In my paper I would like to present some pragmatic and semantic factors relevant for the development of the two categories in question. I am focusing on the anthropocentric principle and its role in the evolution of Slavic nominal systems.

Станислава-Сташа Тофоска

^ Verbal Predicates Carriers Of Evidential Information in Macedonian and Polish

Evidential meanings specify the source of knowledge expressed in assertions, more precisely: they specify the source of knowledge by virtue of which the speaker feels entitled to make a statement. Any grammatical or lexical expression conventionally containing such a meaning component ought to be regarded as a marker of evidentiality. Macedonian is one of not many languages in which the category of evidentiality is regularly gramaticalized (by the sum-perfect), while in Polish lexical markers for evidentiality are predominant.

In this paper are disscussed some verbal predicates (verbs denoting speech acts and mental states) which carry (lexical) information about evidentiality in Macedonian and Polish. The aim of the paper is to point out these lexical expressions, to find out if and how the grammatical and lexical markers of evidentiality combine in the statements with these verbal predicates in Macedonian and to compare to the situation in Polish.


Я. И. Бьорнфлатен

^ Грамматикализация в исторической морфологии русского языка: “На халава вянцы надели”

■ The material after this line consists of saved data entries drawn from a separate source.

import 'server-only';
import { QueryTypes } from 'sequelize';
import { FROM_REPLICA, getDb } from '@/lib/server/db';
import { POWER_EVIDENCE_SHARE, evidenceOf, powerExpandedUncertaintyKw } from '@/lib/core/reports/power-uncertainty';
import { matchedCurvesOf, type StoredBoatPerformance } from '@/lib/core/boats/declared-performance';
import { AppError } from '@/lib/core/errors';
import { findRulesInForce } from '@/lib/server/classes/rule-versions';
import { computeAreaEquivalentDiameterFromReadingsMm } from '@/lib/core/engine/measurement';
import { readRecordForReport } from '@/lib/core/inspections/inspection-record';
import { currentInspectionCte } from '@/lib/server/inspections/inspection-view';
import { resolveEventDensity } from '../../core/reports/event-density';
import type { ReportBoatInput, ReportExcluded, ReportInputs } from '../../core/reports/parity-figures';

type Row = {
  entryId: string;
  raceNumber: number;
  boatName: string;
  /** The power of the declaration version the inspection checked (never the live boat row). */
  checkedPowerKw: number | null;
  /** The engine and pump curves of the declaration version the inspection checked. */
  checkedPerformance: StoredBoatPerformance | null;
  /** The open re-inspection task's reason when the owner changed the declaration after the inspection. */
  declarationChange: string | null;
  inspectionId: string | null;
  receivedAt: Date | null;
  overallResult: string | null;
  // The stored record's documents (models/shapes/inspection-record.ts), read through readRecordForReport.
  measurements: unknown;
  results: unknown;
};

/** The task's reason cut to what a public report may say: that the declaration changed, and between which versions. */
function publicChangeNotice(reason: string): string {
  const versions = /\(version \d+ → \d+\)/.exec(reason)?.[0];
  return `Re-inspection required: the declaration changed after inspection${versions ? ` ${versions}` : ''}; the figures are those inspected`;
}

const RESULT_WORDS: Record<string, string> = { does_not_conform: 'does not conform', inconclusive: 'inconclusive' };

/**
 * Inputs of a class's parity report: every entered boat with its current inspection record. A boat is used
 * only when its latest record conforms; the others are listed with the reason. When the owner changed the
 * declaration after that record, the report keeps the inspected figures (never what the owner typed since)
 * and marks the boat as awaiting re-inspection. Four queries, whatever the number of boats.
 */
export async function gatherReportInputs(eventId: string, classId: string, at = new Date()): Promise<ReportInputs> {
  const { sequelize, models } = getDb();
  const [event, raceClass] = await Promise.all([
    models.Event.findByPk(eventId),
    models.RaceClass.findOne({ where: { id: classId, eventId } }),
  ]);
  if (!event || !raceClass) throw new AppError('not_found', 404, 'No such class at this meeting.');
  const rules = await findRulesInForce(classId, at);
  if (!rules)
    throw new AppError(
      'conflict',
      409,
      'This class has no published rules in force, so there is nothing to report against.',
    );
  // From a replica when there is one: a report may lag the last record by a moment (lib/server/db).
  const rows = await sequelize.query(
    // The current record of each entry: corrections replace what they supersede, and a record that
    // waited offline does not overtake a newer capture (the same rule the dock and the board use).
    `with ${currentInspectionCte('event', { acrossVersions: true })}
     select e.id as "entryId", e.race_number as "raceNumber", b.name as "boatName", dv.declared_power_kw as "checkedPowerKw",
            dv.declared_performance as "checkedPerformance",
            i.id as "inspectionId", i.received_at as "receivedAt", i.overall_result as "overallResult", i.measurements, i.results,
            (select r.reason from reinspections r where r.entry_id = e.id and r.done_at is null and r.declaration_version_id is not null
              order by r.created_at desc limit 1) as "declarationChange"
       from entries e
       join boats b on b.id = e.boat_id
       left join current_inspection ci on ci.entry_id = e.id
       left join inspections i on i.id = ci.id
       left join boat_declaration_versions dv on dv.id = i.declaration_version_id
      where e.event_id = :eventId and e.class_id = :classId and e.status = 'entered'
      order by e.race_number`,
    { replacements: { eventId, classId }, type: QueryTypes.SELECT, ...FROM_REPLICA },
  );
  const r = rules.rules;
  // Class defaults are expanded uncertainties (k = 2); the engine takes standard ones (U / 2). The
  // power's follows the evidence seen at the inspection (lib/core/reports/power-uncertainty.ts).
  const boats: ReportBoatInput[] = [];
  const excluded: ReportExcluded[] = [];
  for (const row of rows as unknown as Row[]) {
    const base = { entryId: row.entryId, raceNumber: row.raceNumber, boatName: row.boatName };
    if (!row.inspectionId) {
      excluded.push({ ...base, reason: 'Not inspected yet' });
      continue;
    }
    if (row.overallResult !== 'conforms') {
      excluded.push({
        ...base,
        reason: `Latest inspection ${RESULT_WORDS[row.overallResult ?? ''] ?? row.overallResult}`,
      });
      continue;
    }
    const record = readRecordForReport(row.measurements, row.results);
    if (record.correctedReadingsMm === null) {
      excluded.push({ ...base, reason: 'Latest inspection does not store its temperature-corrected readings' });
      continue;
    }
    if (record.correctedReadingsMm.length === 0) {
      excluded.push({ ...base, reason: 'Latest inspection has no nozzle readings' });
      continue;
    }
    // The readings the verdict used, as the record stores them (corrected to 20 °C when a temperature was given).
    const corrected = record.correctedReadingsMm;
    const U = record.nozzleExpandedUncertaintyMm ?? r.nozzle.defaultUncertaintyMm;
    // What the scrutineer confirmed, else the declaration version the inspection checked: never the live boat row.
    const powerKw = record.confirmedPowerKw ?? row.checkedPowerKw!;
    const powerEvidence = evidenceOf(record.evidenceKind, record.evidenceSeen);
    boats.push({
      ...base,
      powerKw,
      uPowerKw:
        powerExpandedUncertaintyKw(powerKw, powerEvidence, r.power.defaultUncertaintyKw, r.power.evidenceShares) / 2,
      powerEvidence,
      powerSource: record.evidenceSeen ? 'verified' : 'declared',
      measuredWeightKg: record.measuredWeightKg,
      nozzleDiameterMm: computeAreaEquivalentDiameterFromReadingsMm(corrected),
      uNozzleDiameterMm: U / 2,
      inspectionId: row.inspectionId,
      inspectedAt: row.receivedAt ? new Date(row.receivedAt).toISOString() : null,
      // The figures stay those inspected; the reader is told the declaration changed since, but not what
      // changed: a report is published to anyone and frozen, and the details (component serials, makers,
      // declared figures) are for the officials and the owner only.
      ...(row.declarationChange ? { awaitingReinspection: publicChangeNotice(row.declarationChange) } : {}),
      // The curves of the version inspected (never what the owner typed since), for a class on the matched model.
      ...curvesFor(row.checkedPerformance, event.waterTemperatureC, r.parity.reportModel),
    });
  }
  const density = resolveEventDensity(event);
  return {
    eventName: event.name,
    classCode: raceClass.code,
    className: raceClass.name,
    ruleVersion: { id: rules.id, version: rules.version },
    assumptions: {
      pumpEfficiency: r.parity.pumpEfficiency,
      nozzleLossCoefficient: r.parity.nozzleLossCoefficient,
      inletLossCoefficient: r.parity.inletLossCoefficient,
      wakeFraction: r.parity.wakeFraction,
      referenceSpeedsMs: r.parity.referenceSpeedsMs,
      reportModel: r.parity.reportModel ?? 'fixed_power',
      powerEvidenceShares: r.power.evidenceShares
        ? { ...r.power.evidenceShares, source: 'class' }
        : { ...POWER_EVIDENCE_SHARE, source: 'common_practice' },
    },
    density: { densityKgM3: density.densityKgM3, description: density.description },
    boats,
    excluded,
    computedAt: at.toISOString(),
  };
}

/** A boat's curves and suction data for the report, only where the class reports on the matched model. */
function curvesFor(
  declared: StoredBoatPerformance | null,
  meetingWaterC: number,
  reportModel: 'fixed_power' | 'matched' | undefined,
): Pick<ReportBoatInput, 'curves' | 'suction'> {
  if (reportModel !== 'matched') return {};
  const curves = matchedCurvesOf(declared);
  if (!curves) return {};
  const s = declared?.suction;
  return {
    curves: {
      engine: { ...curves.engine, curve: [...curves.engine.curve] },
      pump: { ...curves.pump, curve: [...curves.pump.curve] },
    },
    ...(s && { suction: { ...s, waterTemperatureC: s.waterTemperatureC ?? meetingWaterC } }),
  };
}
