import type { Metadata } from 'next';
import Link from '@/components/link';
import { can } from '@/lib/server/auth/actor';
import { listInstruments } from '@/lib/server/inspections/list-instruments';
import { openDock } from '../access';
import { DockScreen } from '../dock-screen';

export const metadata: Metadata = { title: 'Dock inspection' };
export const dynamic = 'force-dynamic';

// The dock screen for scrutineers of this meeting; it keeps working offline once visited.
export default async function DockPage({
  params,
  searchParams,
}: {
  params: Promise<{ eventId: string }>;
  searchParams: Promise<{ race?: string; tag?: string }>;
}) {
  const { actor, eventId, event } = await openDock(params);
  const { race, tag } = await searchParams;
  const instruments = await listInstruments(actor, eventId);
  return (
    <div className="space-y-4 text-lg">
      <nav aria-label="Breadcrumb" className="text-lg">
        <Link href="/inspect">Inspect</Link> / {event.name}
      </nav>
      <div className="flex flex-wrap items-center justify-between gap-3">
        <h1>Dock inspection</h1>
        <div className="flex flex-wrap gap-2">
          <Link href={`/inspect/${eventId}/board`} className="btn-secondary text-lg">
            Inspection board
          </Link>
          <Link href={`/inspect/${eventId}/custody`} className="btn-secondary text-lg">
            Parts in custody
          </Link>
          <Link href={`/inspect/${eventId}/instruments`} className="btn-secondary text-lg">
            Instruments
          </Link>
          <Link href={`/inspect/${eventId}/seals`} className="btn-secondary text-lg">
            Seals
          </Link>
        </div>
      </div>
      <DockScreen
        eventId={eventId}
        actorId={actor.id}
        instruments={instruments}
        canOpenLogbook={can(actor, 'entry.view_all', { eventId })}
        opensFromLink={Boolean(race || tag)}
      />
    </div>
  );
}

Грамматикализация, им./ вин. мн. ч. площадя, галава

Известно, что в русском языке, в отличие от всех остальных славянских языков, окончание существительных на -á им./ вин. мн. ч. весьма широко распространено. Если оно в литературном языке охватывает большое количество существительных мужского рода, то оно в разговорном языке и в просторечии охватывает и существительные женского рода, типа площадь - площадя, мать - матеря. В некоторых говорах, прежде всего в южнорусских, окончание - á наблюдается даже в существительных второго склонения, например приехать в чужие земля, сунуть под голова.

В то время как формы типа площадя можно интерпретировать как результат пропорциональной аналогии:

дом - домá

площадь - Х Х = площадя

это едва ли возможно когда речь идет о формах типа голова - голова. В этом случае пропорциональная аналогия не применима:

дом - домá

головá - Х Х? = головá

На фоне исторического развития русского склонения и в свете теории грамматикализации предпринимается попытка объяснить формы им./ вин. падежей мн. ч. на -á.